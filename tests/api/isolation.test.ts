import pg from 'pg';
import { afterAll, beforeAll, expect, test } from 'vitest';
import { z } from 'zod';
import { canonicalJson, contentHash } from '../../shared/protocol/canonical-json';
import { type Harness, startHarness } from './support/harness';
import { makeLab, type TestLab } from './support/lab';

let harness: Harness;
let own: TestLab;
let foreign: TestLab;
beforeAll(async () => {
  harness = await startHarness();
  own = await makeLab(harness, await harness.signIn('adaeze-holm'), 'Own lab');
  foreign = await makeLab(harness, await harness.signIn('oskar-lindqvist'), 'Foreign lab');
}, 60_000);
afterAll(async () => {
  await harness.close();
});

const labTables = [
  'memberships',
  'invitations',
  'plates',
  'mounts',
  'seats',
  'calibrations',
  'files',
  'plate_files',
  'scan_columns',
  'benches',
  'bench_plates',
  'protocols',
  'drafts',
  'versions',
  'version_plates',
  'reliance_reports',
  'mails',
  'due_notices',
  'runs',
  'readings',
  'run_events',
  'audit_events',
];
const foreverTables = [
  'versions',
  'calibrations',
  'files',
  'readings',
  'run_events',
  'audit_events',
  'account_events',
];

async function connected<Result>(url: string, work: (client: pg.Client) => Promise<Result>): Promise<Result> {
  const client = new pg.Client({ connectionString: url });
  await client.connect();
  try {
    return await work(client);
  } finally {
    await client.end();
  }
}

/** A transaction of the server's role that sees as a lab, and leaves nothing behind. */
function seeing<Result>(labId: string, work: (client: pg.Client) => Promise<Result>): Promise<Result> {
  return connected(harness.testDatabase.appUrl, async (client) => {
    await client.query('begin');
    await client.query(`select set_config('app.lab_id', $1, true)`, [labId]);
    const result = await work(client);
    await client.query('rollback');
    return result;
  });
}

const rowsOf = async (client: pg.Client, sql: string, values: unknown[] = []) =>
  (await client.query<Record<string, unknown>>(sql, values)).rows;

test('every table that carries a lab is behind row-level security, its owner not excepted', async () => {
  const unguarded = await connected(harness.testDatabase.adminUrl, (client) =>
    rowsOf(
      client,
      `select c.relname from pg_class c join pg_namespace n on n.oid = c.relnamespace
        where n.nspname = 'public' and c.relkind = 'r' and (c.relname = 'labs' or exists (
          select from pg_attribute a where a.attrelid = c.oid and a.attname = 'lab_id'))
        and not (c.relrowsecurity and c.relforcerowsecurity)`,
    ),
  );
  expect(unguarded).toEqual([]);
  const carrying = await connected(harness.testDatabase.adminUrl, (client) =>
    rowsOf(
      client,
      `select table_name as name from information_schema.columns where table_schema = 'public' and column_name = 'lab_id' order by 1`,
    ),
  );
  expect(carrying.map((row) => row['name'])).toEqual(labTables.toSorted());
});

test("the server's role sees of each table the one lab it looks at, and without one nothing", async () => {
  for (const table of labTables) {
    const seen = await seeing(own.labId, (client) => rowsOf(client, `select distinct lab_id from ${table}`));
    expect([table, seen.every((row) => row['lab_id'] === own.labId)]).toEqual([table, true]);
    const blind = await connected(harness.testDatabase.appUrl, (client) =>
      rowsOf(client, `select 1 from ${table}`),
    );
    expect([table, blind]).toEqual([table, []]);
  }
  expect(await seeing(own.labId, (client) => rowsOf(client, 'select id from labs'))).toEqual([
    { id: own.labId },
  ]);
});

test("nothing of another lab can be written, moved or referred to by the server's role", async () => {
  const attempts = [
    `insert into protocols (id, lab_id, created_by) select gen_random_uuid(), '${foreign.labId}', user_id from memberships limit 1`,
    `update plates set lab_id = '${foreign.labId}'`,
    `insert into memberships (lab_id, user_id, role) select '${foreign.labId}', user_id, 'lead' from memberships limit 1`,
    // A row of the own lab that points at the other lab's version or plate.
    `insert into runs (id, lab_id, number, version_id, state, setting_count, start_dials_deg, started_at, started_by)
      select gen_random_uuid(), '${own.labId}', 99, '${foreign.version.id}', 'running', 1, '{}', now(), user_id from memberships limit 1`,
    `insert into bench_plates (lab_id, bench_id, part, position, plate_id) values ('${own.labId}', '${own.benchId}', 'analysis', 5, '${foreign.plateIds[0]}')`,
  ];
  for (const sql of attempts) {
    await expect(
      seeing(own.labId, (client) => rowsOf(client, sql)),
      sql,
    ).rejects.toThrow(/row-level security|violates foreign key|never/);
  }
  const untouched = await seeing(own.labId, async (client) => {
    const changed = await client.query(
      `update plates set note = 'mine now' where id = '${foreign.sparePlateId}'`,
    );
    return changed.rowCount;
  });
  expect(untouched).toBe(0);
});

test('what is recorded for ever is refused every change: by right to the server, by rule to everybody', async () => {
  for (const table of foreverTables) {
    for (const sql of [
      `update ${table} set id = gen_random_uuid()`,
      `delete from ${table}`,
      `truncate ${table} cascade`,
    ]) {
      await expect(
        seeing(own.labId, (client) => rowsOf(client, sql)),
        sql,
      ).rejects.toThrow(/permission denied|never changed/);
    }
  }
  // The superuser passes rights and row security, but not the rule.
  for (const table of ['versions', 'calibrations', 'run_events', 'audit_events', 'account_events']) {
    for (const sql of [`update ${table} set id = id`, `delete from ${table}`, `truncate ${table} cascade`]) {
      await expect(
        connected(harness.testDatabase.adminUrl, (client) => rowsOf(client, sql)),
        sql,
      ).rejects.toThrow('never changed');
    }
  }
});

test('a version whose text and hash differ, or that follows no version, cannot even be inserted', async () => {
  const copy = (change: string) =>
    seeing(own.labId, (client) =>
      rowsOf(
        client,
        `insert into versions (id, lab_id, protocol_id, bench_id, number, parent_hash, content_hash, content,
            draft_revision, protocol_name, bench_name, message, target_count, tolerance_infidelity, saved_at, saved_by)
          select gen_random_uuid(), lab_id, protocol_id, bench_id, ${change}, draft_revision, protocol_name, bench_name, message,
            target_count, tolerance_infidelity, saved_at, saved_by from versions limit 1`,
      ),
    );
  const hashed = (text: string) => `'${contentHash(text)}', '${text}'`;
  await expect(copy(`2, content_hash, content_hash, content || ' '`)).rejects.toThrow(
    'violates check constraint',
  );
  await expect(copy(`2, '${'0'.repeat(64)}', ${hashed('{}')}`)).rejects.toThrow(
    'violates foreign key constraint',
  );
  await expect(copy(`1, null, ${hashed('{}')}`)).rejects.toThrow('duplicate key');
  await expect(copy(`2, null, ${hashed('{}')}`)).rejects.toThrow('violates check constraint');
});

test("each lab's record is one unbroken chain of hashes over canonical JSON", async () => {
  const events = z
    .array(
      z.object({
        content: z.string(),
        hash: z.string(),
        parent_hash: z.string().nullable(),
        sequence: z.coerce.number(),
      }),
    )
    .parse(
      await seeing(own.labId, (client) =>
        rowsOf(client, 'select content, hash, parent_hash, sequence from audit_events order by sequence'),
      ),
    );
  expect(events.length).toBeGreaterThan(6);
  let parent: string | null = null;
  for (const [index, event] of events.entries()) {
    expect(event.sequence).toBe(index + 1);
    expect(event.parent_hash).toBe(parent);
    expect(contentHash(event.content)).toBe(event.hash);
    const content: unknown = JSON.parse(event.content);
    expect(canonicalJson(content)).toBe(event.content);
    expect(content).toMatchObject({ parentHash: parent, sequence: index + 1, labId: own.labId });
    parent = event.hash;
  }
});

test('numbers that are no numbers are refused by the columns themselves, every one of them', async () => {
  const columns = z
    .array(z.object({ table: z.string(), column: z.string(), checks: z.array(z.string()) }))
    .parse(
      await connected(harness.testDatabase.adminUrl, (client) =>
        rowsOf(
          client,
          // The checks of this column alone: what stands beside it in the row does not matter.
          `select c.table_name as table, c.column_name as column, array(
              select pg_get_expr(k.conbin, k.conrelid) from pg_constraint k
                join pg_attribute a on a.attrelid = k.conrelid and k.conkey = array[a.attnum]
                where k.contype = 'c' and k.conrelid = c.table_name::regclass and a.attname = c.column_name) as checks
            from information_schema.columns c
            where c.table_schema = 'public' and c.data_type = 'double precision' order by 1, 2`,
        ),
      ),
    );
  expect(columns.length).toBeGreaterThan(15);
  const taken: string[] = [];
  for (const { table, column, checks } of columns) {
    for (const value of ['NaN', 'Infinity', '-Infinity']) {
      const [row] = await connected(harness.testDatabase.adminUrl, (client) =>
        rowsOf(
          client,
          `select ${checks.length === 0 ? 'true' : checks.join(' and ')} as taken
            from (select '${value}'::double precision as ${column}) as written`,
        ),
      );
      if (row?.['taken'] !== false) taken.push(`${table}.${column} takes ${value}`);
    }
  }
  expect(taken).toEqual([]);
  await expect(
    seeing(own.labId, (client) => rowsOf(client, `update plates set design_wavelength_nm = 'NaN'`)),
  ).rejects.toThrow('violates check constraint');
});

test('whole waves are those of a multi-order plate, in its row too', async () => {
  for (const built of [
    `construction = 'multi-order', whole_waves = 0`,
    `construction = 'multi-order', whole_waves = -1`,
    `construction = 'compound-zero-order', whole_waves = 1`,
    `construction = 'unknown', whole_waves = 6`,
  ]) {
    await expect(
      seeing(own.labId, (client) => rowsOf(client, `update plates set ${built}`)),
      built,
    ).rejects.toThrow('violates check constraint');
  }
});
◆ ◆ ◆
◆ **What is expected**
Look above for the line with "await client.end();" and the line with "(await client.query<Record<string, unknown>>(sql, values)).rows;". Write out those two lines and all the lines between them, exactly, and no others.

◆ **Solved exercise**
    await client.end();
  }
}

/** A transaction of the server's role that sees as a lab, and leaves nothing behind. */
function seeing<Result>(labId: string, work: (client: pg.Client) => Promise<Result>): Promise<Result> {
  return connected(harness.testDatabase.appUrl, async (client) => {
    await client.query('begin');
    await client.query(`select set_config('app.lab_id', $1, true)`, [labId]);
    const result = await work(client);
    await client.query('rollback');
    return result;
  });
}

const rowsOf = async (client: pg.Client, sql: string, values: unknown[] = []) =>
  (await client.query<Record<string, unknown>>(sql, values)).rows;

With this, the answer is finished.